The British have a strange, ancient custom of naming things terribly. Specifically, towns and place names in the British Isles often have names that sound like they were invented by a tiny, precocious, unintelligible baby. The curious format of British place names is so unique, in fact, that one researcher was able to get an A.I. to do it almost perfectly. The fake, computer generated names are almost indistinguishable from the real thing.

Dan Hon, the director of content at Code for America, ran a directory of British place names through a recurrent neural network — a type of A.I. that works both forward and backward to replicate patterns — and taught it how to create them itself earlier this month. The results were well, pretty fascinating. Turns out when you teach the machines that there are real places named naughty things like “Brown Willy,” “Crotch Crescent,” and “River Piddle,” they’ll go right ahead and run with it, producing obscene names like “Cum on Street” and “Fuckley,” while the cleaner but no less silly inputs like Plumpton and Curry Mallet give you many other oddities (don’t go to Walton Sith Lefing if you’re a Jedi).

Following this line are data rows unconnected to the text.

import { asc, count, eq, inArray } from 'drizzle-orm'
import { entries, notebookMembers, notebooks } from '../../database/schema'

export default defineEventHandler(async (event) => {
  const person = await requirePerson(event)
  const database = useDatabase()
  const base = database.select({
    id: notebooks.id, name: notebooks.name, description: notebooks.description, createdAt: notebooks.createdAt,
  }).from(notebooks)
  const rows = readsAllNotebooks(person)
    ? await base.orderBy(asc(notebooks.name))
    : await base.where(inArray(notebooks.id,
        database.select({ id: notebookMembers.notebookId }).from(notebookMembers).where(eq(notebookMembers.personId, person.id)),
      )).orderBy(asc(notebooks.name))
  const ids = rows.map(r => r.id)
  const counts = ids.length
    ? await database.select({ notebookId: entries.notebookId, entries: count() }).from(entries)
        .where(inArray(entries.notebookId, ids)).groupBy(entries.notebookId)
    : []
  const members = ids.length
    ? await database.select({ notebookId: notebookMembers.notebookId, members: count() }).from(notebookMembers)
        .where(inArray(notebookMembers.notebookId, ids)).groupBy(notebookMembers.notebookId)
    : []
  return {
    notebooks: rows.map(row => ({
      ...row,
      entryCount: counts.find(c => c.notebookId === row.id)?.entries ?? 0,
      memberCount: members.find(c => c.notebookId === row.id)?.members ?? 0,
    })),
  }
})
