import { eq, inArray, sql } from 'drizzle-orm'
import { createNotebookSchema } from '#shared/schemas/notebooks'
import { notebookMembers, notebooks, people } from '../../database/schema'

export default defineEventHandler(async (event) => {
  const admin = await requireRole(event, 'admin')
  const body = await validBody(event, createNotebookSchema)
  const database = useDatabase()
  const [clash] = await database.select({ id: notebooks.id }).from(notebooks).where(eq(sql`lower(${notebooks.name})`, body.name.toLowerCase())).limit(1)
  if (clash)
    throw createError({ statusCode: 409, message: `name: a notebook called "${body.name}" exists already`, data: { issues: [{ path: 'name', message: 'already in use' }] } })
  const memberIds = [...new Set(body.memberIds)]
  if (memberIds.length) {
    const found = await database.select({ id: people.id }).from(people).where(inArray(people.id, memberIds))
    const missing = memberIds.filter(id => !found.some(f => f.id === id))
    if (missing.length)
      validationError([{ path: 'memberIds', message: `no such person: ${missing.join(', ')}` }], 'body')
  }
  const notebook = await database.transaction(async (tx) => {
    const [created] = await tx.insert(notebooks).values({ name: body.name, description: body.description, createdBy: admin.id }).returning()
    if (memberIds.length)
      await tx.insert(notebookMembers).values(memberIds.map(personId => ({ notebookId: created!.id, personId })))
    await recordAudit(database, {
      action: 'notebook_created', actorId: admin.id, actorEmail: admin.email, subjectType: 'notebook', subjectId: created!.id,
      details: { name: body.name, memberIds },
    }, tx)
    return created!
  })
  setResponseStatus(event, 201)
  return { notebook: { ...notebook, memberIds } }
})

The machine behind all of it is a recursive neural network, or RNN. Hon writes in a blog post that he used Programmer JC Johnson’s open source “torch” RNN for the project, teaching it to emulate the style and wording of obscure British place names.

Neural Network : basic scheme
A basic scheme for a neural network, with the lines representing decision paths and the dots representing inputs and variables. 

RNNs are like most neural networks, in that they analyze a list of inputs and then test the outcomes to produce a desired result: in this case, places that sounded like actual towns. Recursive neural networks mean that as the A.I. processes a decision, it can also backtrack and use its internal memory to process inputs, making them ideal for language and speech processing (which has a lot of variables and inputs).

We reached out to Hon to ask him more about the casual project, but for now, we’ll let the results speak for themselves. The machine was so good that Gizmodo made an extremely challenging quiz on which ones were real and fake. Here’s some of the best (fake) ones:

  • Normannegg
  • Twettle Row
  • North Hill Row St Marne
  • Boll of Binclestead
  • Farton Green Pear End
  • Fuckley
  • Piperpoot
  • Cum On Street
  • Cunding

And that’s just a start. Hon has a list of his favorites or you can scroll through the entire list of thousands — we highly recommend using the Control + F or search function to look for dirty words, or just finding a band name or location for your next Dungeons and Dragons campaign.